AVAILABLE DATA
┄┄┄┄┄┄

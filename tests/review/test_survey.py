"""`kerma survey`: one CSV per exam type with the per-room figures of national dose surveys."""

from __future__ import annotations

import shutil

import duckdb
import numpy as np
import pandas as pd
from typer.testing import CliRunner

from pipeline.cli import app


def test_survey_writes_one_csv_per_exam_type_with_room_medians(warehouse, tmp_path):
    db = tmp_path / "kerma.duckdb"
    shutil.copyfile(warehouse[0], db)
    out = tmp_path / "survey"
    result = CliRunner().invoke(app, ["survey", "--warehouse", str(db), "--period", "2026-09",
                                      "--out", str(out)], terminal_width=200)
    assert result.exit_code == 0, result.output
    ct_head = pd.read_csv(out / "ct_head.csv")
    assert {"room", "n_dlp", "median_dlp_mgy_cm", "mean_dlp_mgy_cm", "median_ctdivol_mgy",
            "median_age_years", "median_weight_kg", "median_kvp", "reference_sets"} <= set(ct_head.columns)
    # independent check: numpy's median and mean of the study DLPs of each adult room
    with duckdb.connect(str(db), read_only=True) as con:
        raw = con.execute("select device_key, dlp_total_mgy_cm, patient_age_years from study_dose "
                          "where exam_type = 'ct_head' and study_date >= '2026-09-01' "
                          "and study_date < '2026-10-01' and dlp_total_mgy_cm is not null").df()
    adult = raw[raw.patient_age_years >= 16]
    rows = ct_head[ct_head.population == "adult"].set_index("device_key")
    assert len(rows) == adult.device_key.nunique() > 0
    for device, values in adult.groupby("device_key")["dlp_total_mgy_cm"]:
        assert rows.loc[device, "n_dlp"] == len(values)
        assert np.isclose(rows.loc[device, "median_dlp_mgy_cm"], np.median(values), rtol=1e-5)
        assert np.isclose(rows.loc[device, "mean_dlp_mgy_cm"], np.mean(values), rtol=1e-5)
    assert (rows["reference_sets"] == "ukhsa_adult_ct_2022").all()
    assert (out / "dx_chest_pa.csv").exists()
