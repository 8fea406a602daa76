"""Fixtures: the session warehouse (320 studies) copied and audited month by month."""

from __future__ import annotations

import shutil
from pathlib import Path

import pytest


@pytest.fixture(scope="module")
def monthly(warehouse, tmp_path_factory) -> Path:
    """A copy of the session warehouse audited for 2026-10, then for 2026-11 (left current)."""
    from pipeline.audit import run_audit

    db, _ = warehouse
    copy = tmp_path_factory.mktemp("monthly") / "kerma.duckdb"
    shutil.copyfile(db, copy)
    run_audit(copy, period="2026-10")
    run_audit(copy, period="2026-11")
    return copy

┄┄┄┄┄┄

PROBLEM STATEMENT
Restate the records above exactly.

ANSWER
filename tests/review/test_survey.py
"""`kerma survey`: one CSV per exam type with the per-room figures of national dose surveys."""

from __future__ import annotations

import shutil

import duckdb
import numpy as np
import pandas as pd
from typer.testing import CliRunner

from pipeline.cli import app


def test_survey_writes_one_csv_per_exam_type_with_room_medians(warehouse, tmp_path):
    db = tmp_path / "kerma.duckdb"
    shutil.copyfile(warehouse[0], db)
    out = tmp_path / "survey"
    result = CliRunner().invoke(app, ["survey", "--warehouse", str(db), "--period", "2026-09",
                                      "--out", str(out)], terminal_width=200)
    assert result.exit_code == 0, result.output
    ct_head = pd.read_csv(out / "ct_head.csv")
    assert {"room", "n_dlp", "median_dlp_mgy_cm", "mean_dlp_mgy_cm", "median_ctdivol_mgy",
            "median_age_years", "median_weight_kg", "median_kvp", "reference_sets"} <= set(ct_head.columns)
    # independent check: numpy's median and mean of the study DLPs of each adult room
    with duckdb.connect(str(db), read_only=True) as con:
        raw = con.execute("select device_key, dlp_total_mgy_cm, patient_age_years from study_dose "
                          "where exam_type = 'ct_head' and study_date >= '2026-09-01' "
                          "and study_date < '2026-10-01' and dlp_total_mgy_cm is not null").df()
    adult = raw[raw.patient_age_years >= 16]
    rows = ct_head[ct_head.population == "adult"].set_index("device_key")
    assert len(rows) == adult.device_key.nunique() > 0
    for device, values in adult.groupby("device_key")["dlp_total_mgy_cm"]:
        assert rows.loc[device, "n_dlp"] == len(values)
        assert np.isclose(rows.loc[device, "median_dlp_mgy_cm"], np.median(values), rtol=1e-5)
        assert np.isclose(rows.loc[device, "mean_dlp_mgy_cm"], np.mean(values), rtol=1e-5)
    assert (rows["reference_sets"] == "ukhsa_adult_ct_2022").all()
    assert (out / "dx_chest_pa.csv").exists()
repository 8fea406a602daa76
"""Fixtures: the session warehouse (320 studies) copied and audited month by month."""

from __future__ import annotations

import shutil
from pathlib import Path

import pytest


@pytest.fixture(scope="module")
def monthly(warehouse, tmp_path_factory) -> Path:
    """A copy of the session warehouse audited for 2026-10, then for 2026-11 (left current)."""
    from pipeline.audit import run_audit

    db, _ = warehouse
    copy = tmp_path_factory.mktemp("monthly") / "kerma.duckdb"
    shutil.copyfile(db, copy)
    run_audit(copy, period="2026-10")
    run_audit(copy, period="2026-11")
    return copy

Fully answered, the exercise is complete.